*Assignment*. Take the lines below from the first through the one that contains "import time" and copy them exactly.

*Data to examine*.
=-=-=

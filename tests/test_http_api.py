"""Every bad-input class gets its documented status and an RFC 9457 problem document; tested
in process (the same app object that ``keepset serve`` runs)."""

from __future__ import annotations

import base64
import io
import time
from collections.abc import Iterator
from pathlib import Path
from typing import Any

import numpy as np
import pytest
from conftest import ROOT, assert_problem, auth, in_process
from fastapi.testclient import TestClient
from prometheus_client import REGISTRY

from service.app import create_app
from service.settings import Settings


def npy_bytes(array: np.ndarray) -> bytes:
    buffer = io.BytesIO()
    np.save(buffer, array)
    return buffer.getvalue()


@pytest.fixture
def client(registry: Path) -> Iterator[TestClient]:
    limits = {"max_rows": 4, "max_vocab": 1000, "max_body_bytes": 200_000}
    with in_process(registry, **limits) as test_client:
        yield test_client


def pick_json(client: TestClient, body: Any, who: str = "usher-desk") -> Any:
    return client.post("/v1/pick", json=body, headers=auth(who))


def pick_npy(client: TestClient, data: bytes, who: str = "usher-desk", **params: Any) -> Any:
    headers = {**auth(who), "Content-Type": "application/x-npy"}
    return client.post("/v1/pick", content=data, params=params, headers=headers)


GOOD = {"logits": [[0.0, 1.0, 2.0, 0.5]]}


def test_good_request_answers(client: TestClient) -> None:
    r = pick_json(client, {**GOOD, "seed": 1})
    assert r.status_code == 200 and r.json()["seed"] == 1


def test_picks_are_counted_and_other_methods_reach_the_router(client: TestClient) -> None:
    """POST /v1/pick takes a lane past the router and counts its rows after the answer is
    sent; the count is there by the time the caller has the answer."""
    labels = {"client": "usher-desk", "policy": "box-office", "version": "1", "arm": "0"}
    before = REGISTRY.get_sample_value("keepset_rows_total", labels) or 0.0
    rows = [[0.0, 1.0, 2.0, 0.5], [3.0, 1.0, 2.0, 0.5], [0.0, 0.0, 0.0, 9.0]]
    assert pick_json(client, {"logits": rows, "seed": 4}).status_code == 200
    assert REGISTRY.get_sample_value("keepset_rows_total", labels) == before + 3
    assert_problem(client.get("/v1/pick", headers=auth("usher-desk")), 405)
    assert_problem(client.post("/v1/pick", json=GOOD), 401, "Bearer")


def test_a_crash_in_a_hot_path_is_a_500_problem_and_reaches_the_server(
    registry: Path, monkeypatch: pytest.MonkeyPatch
) -> None:
    """The hot paths skip the framework's server-error middleware, so they answer a crash as it
    would: a 500 problem document, and the error goes on to the server, which logs it."""

    def broken(*args: Any) -> None:
        raise RuntimeError("a bug")

    monkeypatch.setattr("service.app.route_of", broken)
    settings = Settings(
        policies=registry, keys=ROOT / "deploy" / "demo-keys.yaml", reload_poll_seconds=0
    )
    with TestClient(create_app(settings), raise_server_exceptions=False) as quiet:
        for path, body in (("/v1/pick", GOOD), ("/v1/continue", {"prompt": "The lights"})):
            answer = quiet.post(path, json=body, headers=auth("usher-desk"))
            assert_problem(answer, 500, "log")
            assert answer.json()["type"].endswith("internal")
    with TestClient(create_app(settings)) as loud, pytest.raises(RuntimeError, match="a bug"):
        loud.post("/v1/pick", json=GOOD, headers=auth("usher-desk"))


def test_under_a_root_path_a_pick_takes_the_framework_route(registry: Path) -> None:
    """An app served under a root path skips the hot paths; the framework's route answers the
    same, and counts the rows once the answer is sent, as the lane does."""
    settings = Settings(
        policies=registry, keys=ROOT / "deploy" / "demo-keys.yaml", reload_poll_seconds=0
    )
    labels = {"client": "usher-desk", "policy": "box-office", "version": "1", "arm": "0"}
    body = {**GOOD, "seed": 5}
    with TestClient(create_app(settings)) as plain:
        lane = plain.post("/v1/pick", json=body, headers=auth("usher-desk"))
    before = REGISTRY.get_sample_value("keepset_rows_total", labels) or 0.0
    with TestClient(create_app(settings), root_path="/sidecar") as nested:
        routed = nested.post("/sidecar/v1/pick", json=body, headers=auth("usher-desk"))
    assert routed.status_code == 200 and routed.headers["content-type"] == "application/json"
    # The entropy is a float32 sum, whose last digits differ between the compiled kernel and
    # the numpy path (an app may answer before its kernel is ready); the rest is exact.
    [lane_row], [routed_row] = lane.json()["rows"], routed.json()["rows"]
    assert routed_row.pop("entropy") == pytest.approx(lane_row.pop("entropy"), rel=1e-6)
    assert routed_row == lane_row
    assert REGISTRY.get_sample_value("keepset_rows_total", labels) == before + 1


def test_malformed_json(client: TestClient) -> None:
    r = client.post(
        "/v1/pick",
        content=b"{not json",
        headers={**auth("usher-desk"), "Content-Type": "application/json"},
    )
    assert_problem(r, 400, "not JSON")


def test_unknown_field_and_both_forms(client: TestClient) -> None:
    assert_problem(pick_json(client, {**GOOD, "temperature": 1}), 400, "temperature")
    assert_problem(pick_json(client, {}), 400, "exactly one")
    both = {**GOOD, "logits_npy": base64.b64encode(npy_bytes(np.zeros(3, np.float32))).decode()}
    assert_problem(pick_json(client, both), 400, "exactly one")


def test_wrong_media_type(client: TestClient) -> None:
    r = client.post(
        "/v1/pick", content=b"1,2,3", headers={**auth("usher-desk"), "Content-Type": "text/csv"}
    )
    assert_problem(r, 415, "text/csv")


def test_bad_npy_and_wrong_dtype(client: TestClient) -> None:
    assert_problem(pick_npy(client, b"\x93NUMPY garbage"), 400)
    truncated = npy_bytes(np.zeros((2, 10), np.float32))[:-8]
    assert_problem(pick_npy(client, truncated), 400, "data bytes")
    assert_problem(pick_npy(client, npy_bytes(np.zeros(5, np.float64))), 415, "float32 or float16")
    assert_problem(pick_npy(client, npy_bytes(np.zeros(5, np.int32))), 415)
    assert_problem(pick_npy(client, npy_bytes(np.zeros((2, 2, 2), np.float32))), 400, "shape")
    # A header naming no dtype numpy knows (found by tests/test_npy.py's fuzzing; was a 500).
    good = npy_bytes(np.zeros(4, np.float32))
    assert_problem(pick_npy(client, good.replace(b"'<f4'", b"'<f3'")), 400, "no valid dtype")


def test_npy_float16_and_base64_form(client: TestClient) -> None:
    logits = np.array([[0.0, 3.0, 1.0]], np.float16)
    assert pick_npy(client, npy_bytes(logits), seed=4).status_code == 200
    encoded = base64.b64encode(npy_bytes(logits.astype(np.float32))).decode()
    r = pick_json(client, {"logits_npy": encoded, "seed": 4})
    assert r.status_code == 200
    assert assert_problem(pick_json(client, {"logits_npy": "***"}), 400, "base64")


def test_ragged_rows(client: TestClient) -> None:
    assert_problem(pick_json(client, {"logits": [[1.0, 2.0], [3.0]]}), 400, "equal-length")


def test_nan_only_row(client: TestClient) -> None:
    r = client.post(
        "/v1/pick",
        content=b'{"logits": [[NaN, NaN]]}',
        headers={**auth("usher-desk"), "Content-Type": "application/json"},
    )
    assert_problem(r, 422, "no finite logit")
    assert_problem(pick_json(client, {"logits": [[None, None]]}), 422, "no finite logit")


def test_banned_id_beyond_vocabulary(client: TestClient, registry: Path) -> None:
    from service.registry import load_registry

    snapshot = load_registry(registry)
    assert snapshot.valid
    # programme-desk's policy penalises the history; an id beyond V is refused.
    r = pick_json(client, {"logits": [[0.0, 1.0]], "history": [[5]]}, who="programme-desk")
    assert_problem(r, 422, "outside")


def test_limits(client: TestClient) -> None:
    assert_problem(pick_json(client, {"logits": [[0.0, 1.0]] * 5}), 413, "KEEPSET_MAX_ROWS")
    assert_problem(pick_json(client, {"logits": [[0.0] * 1001]}), 413, "KEEPSET_MAX_VOCAB")
    big = npy_bytes(np.zeros((4, 60_000), np.float32))
    assert_problem(pick_npy(client, big), 413, "KEEPSET_MAX_BODY_BYTES")


def test_keys_and_clients(client: TestClient) -> None:
    assert_problem(client.post("/v1/pick", json=GOOD), 401, "Bearer")
    assert_problem(
        client.post("/v1/pick", json=GOOD, headers={"Authorization": "Bearer nope"}), 401
    )
    assert_problem(
        client.post("/v1/pick", json=GOOD, headers=auth("stage-manager")), 403, "admin keys"
    )
    assert_problem(client.get("/v1/routes", headers=auth("usher-desk")), 403, "admin")
    assert_problem(client.post("/v1/registry/reload", headers=auth("usher-desk")), 403)
    assert client.get("/v1/routes", headers=auth("stage-manager")).status_code == 200


def test_unknown_client(registry: Path, tmp_path: Path) -> None:
    from service.keys import add_key

    keys = tmp_path / "keys.yaml"
    key = add_key(keys, "stagehand")
    settings = Settings(policies=registry, keys=keys, reload_poll_seconds=0)
    with TestClient(create_app(settings)) as c:
        r = c.post("/v1/pick", json=GOOD, headers={"Authorization": f"Bearer {key}"})
        assert_problem(r, 403, "no route")


def test_adjust_reject_and_clamp(client: TestClient) -> None:
    # prompt-book@3 rejects, @4 clamps; routing keys pick the arm deterministically.
    seen = {}
    for i in range(200):
        r = pick_json(
            client,
            {**GOOD, "routing_key": f"r{i}", "adjust": {"temperature": 1.5}},
            who="prompt-book-app",
        )
        seen.setdefault(r.status_code, r)
        if len(seen) == 2:
            break
    assert_problem(seen[422], 422, "outside the allowed range")
    assert seen[200].json()["clamped"] == ["temperature"]
    r = pick_json(client, {**GOOD, "adjust": {"top_k": 3}}, who="usher-desk")
    body = assert_problem(r, 422, "not adjustable")
    assert body["field"] == "top_k"


def test_overload_answers_429(client: TestClient) -> None:
    live = client.app.state.live  # type: ignore[attr-defined]
    live.in_flight = live.settings.max_in_flight
    try:
        r = pick_json(client, GOOD)
    finally:
        live.in_flight = 0
    assert_problem(r, 429)
    assert r.headers["Retry-After"] == "1"


def test_policy_listing(client: TestClient) -> None:
    names = {
        p["name"] for p in client.get("/v1/policies", headers=auth("usher-desk")).json()["policies"]
    }
    assert {"prompt-book", "box-office", "surtitles", "program-notes"} <= names
    versions = client.get("/v1/policies/prompt-book", headers=auth("usher-desk")).json()
    assert [v["version"] for v in versions["versions"]] == [1, 2, 3, 4, 5]
    assert_problem(client.get("/v1/policies/nothing", headers=auth("usher-desk")), 404)
    assert_problem(client.get("/v1/policies/prompt-book/9", headers=auth("usher-desk")), 404)
    assert_problem(client.get("/v1/nowhere"), 404)


def test_readiness_and_docs(client: TestClient) -> None:
    assert client.get("/healthz").json() == {"status": "ok"}
    # Ready once the model has loaded in the background (picks are served meanwhile).
    deadline = time.monotonic() + 30
    while (ready := client.get("/readyz")).status_code != 200:
        assert_problem(ready, 503, "loading")
        assert time.monotonic() < deadline
        time.sleep(0.05)
    documented = client.get("/openapi.json")
    assert documented.status_code == 200
    # POST /v1/pick skips the router (a lane); it must stay in the documentation all the same.
    assert {"/v1/pick", "/v1/continue", "/v1/outcome"} <= set(documented.json()["paths"])
    live = client.app.state.live  # type: ignore[attr-defined]
    live.draining = True
    assert_problem(client.get("/readyz"), 503, "draining")
    live.draining = False
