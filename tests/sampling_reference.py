"""A plain, obviously-correct reference for DESIGN.md section 1, written for the tests only.

Every stage works on the full float64 vocabulary and sorts it completely; no shortcuts. It
also reports whether any keep/drop decision sat within 1e-9 of its threshold (cumulative mass
for top_p and typical, probability for min_p, epsilon and eta), where float64 rounding alone
may legitimately decide either way.
"""

from __future__ import annotations

import math
from collections import Counter
from typing import Any

import numpy as np

AMBIGUOUS = 1e-9


def softmax_alive(w: np.ndarray) -> np.ndarray:
    alive = w > -np.inf
    p = np.zeros_like(w)
    e = np.exp(w[alive] - w[alive].max())
    p[alive] = e / e.sum()
    return p


def order_by(key: np.ndarray, alive: np.ndarray) -> np.ndarray:
    """Alive ids sorted by key ascending, ties by id ascending (a full sort)."""
    ids = np.flatnonzero(alive)
    return ids[np.lexsort((ids, key[ids]))]


def reference_row(
    stages: list[dict[str, Any]],
    min_keep: int,
    row: np.ndarray,
    history: list[int] | None = None,
) -> tuple[np.ndarray, str | None, bool]:
    """(final distribution over the vocabulary, fallback reason, ambiguous?)."""
    history = history or []
    x = np.asarray(row, dtype=np.float32).astype(np.float64)
    if np.isnan(x).any() or (x == np.inf).any():  # -inf is a valid "masked" entry
        x = np.where(np.isfinite(x), x, -np.inf)
        return _greedy(x), "non_finite", False
    w = x.copy()
    ambiguous = False
    for spec in stages:
        ((method, param),) = spec.items()
        alive = w > -np.inf
        if method == "temperature":
            w = w / param
            continue
        if method == "repetition_penalty":
            window = param.get("window")
            recent = history if window is None else history[-window:]
            for t in set(recent):
                w[t] = w[t] / param["factor"] if w[t] > 0 else w[t] * param["factor"]
            continue
        if method == "occurrence_penalty":
            window = param.get("window")
            recent = history if window is None else history[-window:]
            for t, c in Counter(recent).items():
                w[t] -= param.get("per_use", 0.0) * c + param.get("present", 0.0)
            continue
        if method == "token_bias":
            for t, d in param.items():
                w[int(t)] += d
            continue
        if method == "ban":
            for t in param:
                w[t] = -np.inf
            continue
        if not alive.any():
            break
        p = softmax_alive(w)
        # "Most probable" is ranked by working logit, which orders exactly as the probability:
        # exp's rounding can give distinct logits (0 and -1e-308) one float64 probability.
        by_prob = order_by(-w, alive)
        if method == "top_k":
            keep = by_prob[:param]
        elif method == "greedy":
            keep = by_prob[:1]
        elif method == "top_p":
            cum = np.cumsum(p[by_prob])
            reach = np.flatnonzero(cum >= param)
            keep = by_prob if param >= 1.0 or reach.size == 0 else by_prob[: reach[0] + 1]
            ambiguous |= bool(np.any(np.abs(cum - param) < AMBIGUOUS)) and param < 1.0
        elif method == "typical":
            logp = np.full_like(w, -np.inf)
            logp[alive] = w[alive] - w[alive].max()
            logp[alive] -= math.log(np.exp(logp[alive]).sum())
            h = -float((p[alive] * logp[alive]).sum())
            score = np.abs(-logp - h)
            by_score = order_by(score, alive)
            cum = np.cumsum(p[by_score])
            reach = np.flatnonzero(cum >= param)
            keep = by_score if param >= 1.0 or reach.size == 0 else by_score[: reach[0] + 1]
            ambiguous |= bool(np.any(np.abs(cum - param) < AMBIGUOUS)) and param < 1.0
        else:
            if method == "min_p":
                threshold = param * p.max()
            elif method == "epsilon":
                threshold = param
            elif method == "eta":
                pa = p[alive]
                h = -float((pa * np.log(pa, where=pa > 0, out=np.zeros_like(pa))).sum())
                threshold = min(param, math.sqrt(param) * math.exp(-h))
            else:
                raise AssertionError(method)
            keep = np.flatnonzero(alive & (p >= threshold))
            ambiguous |= bool(
                np.any(np.abs(p[alive] - threshold) < AMBIGUOUS * max(threshold, 1e-300))
            )
        if method != "greedy" and keep.size < min_keep:
            keep = by_prob[:min_keep]
        mask = np.zeros(w.size, dtype=bool)
        mask[keep] = True
        w = np.where(mask, w, -np.inf)
    if not (w > -np.inf).any():
        return _greedy(x), "empty", False
    return softmax_alive(w), None, ambiguous


def _greedy(x: np.ndarray) -> np.ndarray:
    out = np.zeros_like(x)
    out[int(np.argmax(x))] = 1.0
    return out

=-=-=

*Reply*.
filename tests/test_http_api.py
"""Every bad-input class gets its documented status and an RFC 9457 problem document; tested
in process (the same app object that ``keepset serve`` runs)."""

from __future__ import annotations

import base64
import io
import time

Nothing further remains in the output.